A company of National Guard headed by a member of the International, Varlin (one of the most left wing and capable future leaders of the Commune who had played a prominent role in an 1870 strike of steel workers at Le Cruesot), moved in and occupied the Hotel DeVille, the traditional seat of Parisian revolutions. Here, one of the most glaring weaknesses of the Commune made itself felt from the start—its lack of centralism. For it actually took some time for the Central Committee to find Guard battalions willing to venture outside their own neighborhoods. This parochialism flowed from the conditions of the working class—it had yet to experience the natural centralism that flows from being concentrated into larger workplaces.

Events had completely outstripped the Central Committee, which was composed almost entirely of workers with very little experience of leading others. There was a lack of clarity about what had happened. A few of the more resolute members of the Committee argued that it was necessary to act while the Guard had the initiative, the troops few and demoralized, and the government on the run.

More experienced members of the Committee, such as Émile Victor Duval—a member of the International who had played an active part in the strike movement for several years—argued that the National Guard should immediately march on Versailles, disperse the National Assembly, and rally all of France behind the workers of Paris. Louise Michel and Andre Leo—both revolutionaries and staunch advocates of women’s rights—also favored an immediate march on Versailles as the only means to secure power. For them, it was clear that the National Guard had embarked on a social revolution that could not stop halfway.

Unfortunately, the majority of the committee did not see things that way. They voted down marching on Versailles and in fact wanted nothing more than to divest themselves of their newfound power. They therefore immediately put out a call for elections for a Commune to run Paris. 20,000 disorganized troops were allowed to leave Paris for Versailles unhindered.

They were concerned with legality, and many conceived their actions in purely local terms, as a municipal revolt restricted to Paris. Proudhonism here acted as a damaging influence on the struggle. One member of the Central Committee put it this way, “We did not know what to do. We did not want to take possession of the Hôtel De Ville… We were very embarrassed by our authority.” And really no wonder; the committee had only been elected 3 days prior to the revolution.

This was the first and most tragic mistake, for it meant that Theirs and co. would have time to rebuild an army and march on Paris. In just over a month the French army would be laying siege to Paris.

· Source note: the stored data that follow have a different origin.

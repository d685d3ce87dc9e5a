package config

import (
	"fmt"
	"math"
	"os"
	"path/filepath"
	"strings"
	"testing"
)

// traceFile writes a trace into a folder of its own.
func traceFile(t *testing.T, text string) string {
	t.Helper()
	dir := t.TempDir()
	if err := os.WriteFile(filepath.Join(dir, "scope.csv"), []byte(text), 0o600); err != nil {
		t.Fatal(err)
	}
	return dir
}

// scope is a trace of n samples over periods of 10 MHz, in ns and V.
func scope(n int, periods float64, v func(part float64) float64) string {
	var b strings.Builder
	b.WriteString("# made for this test\ntime_ns, voltage_V\n")
	for i := range n + 1 {
		part := periods * float64(i) / float64(n)
		fmt.Fprintf(&b, "%.9g,%.9g\n", -7+100*part, v(part))
	}
	return b.String()
}

// Goal: a trace gives back the tones that it was made of, and says what the band limit left out.
// Method: three tones and a constant; linear interpolation between 2000 samples loses
// (pi k/2000)^2/6 of tone k, 1e-5 at most here.
func TestTraceGivesTones(t *testing.T) {
	tones := []Tone{
		{Frequency: 10e6, Amplitude: 200, Phase: 0.5},
		{Frequency: 20e6, Amplitude: 50, Phase: -2},
		{Frequency: 50e6, Amplitude: 10, Phase: 1},
	}
	dir := traceFile(t, scope(5000, 2.5, func(part float64) float64 {
		v := -30.0
		for _, tone := range tones {
			v += tone.Amplitude * math.Cos(2*math.Pi*tone.Frequency*1e-7*part+tone.Phase)
		}
		return v
	}))
	trace := Trace{File: "scope.csv", Frequency: 10e6, Harmonics: 4}
	w, err := trace.Load(dir)
	if err != nil {
		t.Fatal(err)
	}
	near := func(name string, got, want, tolerance float64) {
		if !(math.Abs(got-want) <= tolerance) {
			t.Errorf("%s: %g, want %g", name, got, want)
		}
	}
	near("constant", w.Bias, -30, 1e-3)
	near("left out", w.Left, 10/math.Sqrt2, 1e-3)
	if len(w.Tones) != 4 {
		t.Fatalf("%d tones", len(w.Tones))
	}
	for _, want := range tones[:2] {
		got := w.Tones[int(want.Frequency/10e6)-1]
		near("amplitude", got.Amplitude, want.Amplitude, 1e-3)
		near("phase", got.Phase, want.Phase, 1e-4)
		near("frequency", got.Frequency, want.Frequency, 0)
	}
	near("third harmonic", w.Tones[2].Amplitude, 0, 1e-3)
}

// Goal: a trace that cannot be used says so, with the line. Method: one mistake each.
func TestBadTraces(t *testing.T) {
	sine := func(part float64) float64 { return 100 * math.Cos(2*math.Pi*part) }
	for want, text := range map[string]string{
		"scope.csv:93: got an end":   scope(90, 0.9, sine),
		"does not close its period":  scope(200, 1.3, func(p float64) float64 { return sine(p * 0.9) }),
		"scope.csv:1: got 1,2":       "1,2\n3,4\n",
		"scope.csv:3: got 2,x":       "time_s,voltage_V\n1,2\n2,x\n",
		"scope.csv:3: got time 1":    "time_s,voltage_V\n1,2\n1,3\n",
		"got 2 samples":              "time_s,voltage_kV\n1,2\n3,4\n",
		"got a constant voltage":     scope(100, 1, func(float64) float64 { return 5 }),
		"a heading such as time_ns,": "time,voltage\n1,2\n",
	} {
		trace := Trace{File: "scope.csv", Frequency: 10e6}
		_, err := trace.Load(traceFile(t, text))
		if err == nil || !strings.Contains(err.Error(), want) {
			t.Errorf("got %v, want it to say %q", err, want)
		}
	}
	missing := Trace{File: "none.csv", Frequency: 1e6}
	_, err := missing.Load(t.TempDir())
	if err == nil || !strings.Contains(err.Error(), "no such file") {
		t.Error(err)
	}
}

// Goal: the named series are what their definitions say. Method: extremes and the sum of
// amplitudes; the minimum of cos x + cos 2x is -9/8.
func TestSeries(t *testing.T) {
	extremes := func(s Series) (low, high, rise float64) {
		s.Frequency, s.Amplitude = 13.56e6, 200
		d := Drive{Series: &s}
		d.Expand()
		sum, steepest := 0.0, 0.0
		for _, tone := range d.Tones {
			sum += tone.Amplitude
		}
		if math.Abs(sum-200) > 1e-9 || d.Fundamental() != 13.56e6 {
			t.Errorf("%s: sum of amplitudes %g, fundamental %g", s.Shape, sum, d.Fundamental())
		}
		low, high = 1e9, -1e9
		for i := range 3600 {
			v, slope := 0.0, 0.0
			for _, tone := range d.Tones {
				x := 2*math.Pi*tone.Frequency/13.56e6*float64(i)/3600 + tone.Phase
				v += tone.Amplitude * math.Cos(x)
				slope -= tone.Amplitude * tone.Frequency * math.Sin(x)
			}
			low, high = math.Min(low, v), math.Max(high, v)
			if math.Abs(slope) > math.Abs(steepest) {
				steepest = slope
			}
		}
		return low, high, steepest
	}
	for _, c := range []struct {
		series    Series
		low, high float64
	}{
		{Series{Shape: Asymmetric}, -112.5, 200},
		{Series{Shape: Asymmetric, Phase: math.Pi / 2}, -200, 112.5},
		{Series{Shape: Peaks}, -50, 200},
		{Series{Shape: Peaks, Harmonics: 1}, -200, 200},
		{Series{Shape: Valleys, Harmonics: 3}, -200, 200 / 3.0},
	} {
		low, high, _ := extremes(c.series)
		if math.Abs(low-c.low) > 0.05 || math.Abs(high-c.high) > 0.05 {
			t.Errorf("%+v: %g to %g V, want %g to %g", c.series, low, high, c.low, c.high)
		}
	}
	_, _, up := extremes(Series{Shape: SawtoothUp})
	_, _, down := extremes(Series{Shape: SawtoothDown})
	if !(up < 0 && down > 0) {
		t.Errorf("steepest slopes: %g up, %g down: want the fast one in the other direction", up, down)
	}
}

// Goal: no file makes the reader of traces panic or hang; what it accepts has finite tones, whatever
// it refuses has a message with the file's name.
func FuzzTrace(f *testing.F) {
	sine := func(part float64) float64 { return 100 * math.Cos(2*math.Pi*part) }
	for _, text := range []string{
		scope(40, 1, sine), scope(90, 0.9, sine), "time_s,voltage_kV\n0,1\n1e-9,2\n1e30,1\n", "a", "",
	} {
		f.Add([]byte(text), 10e6)
	}
	f.Fuzz(func(t *testing.T, src []byte, frequency float64) {
		if !(frequency > 0 && frequency <= 1e10) {
			return
		}
		trace := Trace{File: "scope.csv", Frequency: frequency, Harmonics: 2}
		w, err := trace.Read("scope.csv", src)
		if err != nil {
			if !strings.HasPrefix(err.Error(), "scope.csv") {
				t.Errorf("message %q", err)
			}
			return
		}
		for _, tone := range w.Tones {
			if math.IsNaN(tone.Amplitude) || math.IsInf(tone.Amplitude, 0) {
				t.Errorf("tone %+v", tone)
			}
		}
	})
}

The Commune was elected on March 28 by male suffrage—women did not vote. Since the majority of the Bourgeoisie had fled the city, the Commune was elected entirely by workers, artisans and small shopkeepers. About a third of the delegates were ordinary workers.

Workers were for the first time in history had taken power into their own hands.

A statement by the Central committee of the National Guard, issued on April 28, the day Versailles troops began to attack Paris, reveals clearly the nature of the Commune and how the workers of Paris viewed it:

Workers, make no mistake—this is all-out war, a war between parasites and workers, exploiters and producers. If you are tired of vegetating in ignorance and poverty; if you want your children to grow up to enjoy the fruits of their labor rather than be some sort of animal reared for the factory or battlefield, increasing some exploiter’s fortune by the sweat of  their brow or shedding their blood for a tyrant; if you no longer want your daughters, whom you cannot raise and care for as you wish, to be instruments of pleasure for the aristocracy of money; if you no longer want poverty and debauchery to drive men into the police force and women into prostitution; finally, if you want justice to reign, workers, use your intelligence, arise! Let your strong hands crush the loathsome forces of reaction!

Marx had initially argued that a revolution in Paris was premature, and would be folly to embark upon. He was no doubt right—all of France was not ripe for social revolution. But given the fact of workers’ power in Paris, Marx became immediately its most ardent supporter and defender. His writings on the Paris Commune are incredibly inspiring, and it was he who recognized that the Commune represented nothing less than the working-class in power—what he and Engels called “the Dictatorship of the Proletariat.” Its own working existence, Marx said, was its greatest achievement. It proved against all the reactionaries and elitists that workers could take power and run society.

What did the Commune look like? The best way to describe it is to quote what Marx had to say about it in his address to the general council of the International, the Civil War in France:

The Commune was to be a working, not a parliamentary body, executive and legislative at the same time…

Instead of deciding once in three or six years which member of the ruling class was to represent the people in parliament, universal suffrage was to serve the people, constituted in Communes, as individual suffrage serves every other employer in the search for the workmen and managers in his business.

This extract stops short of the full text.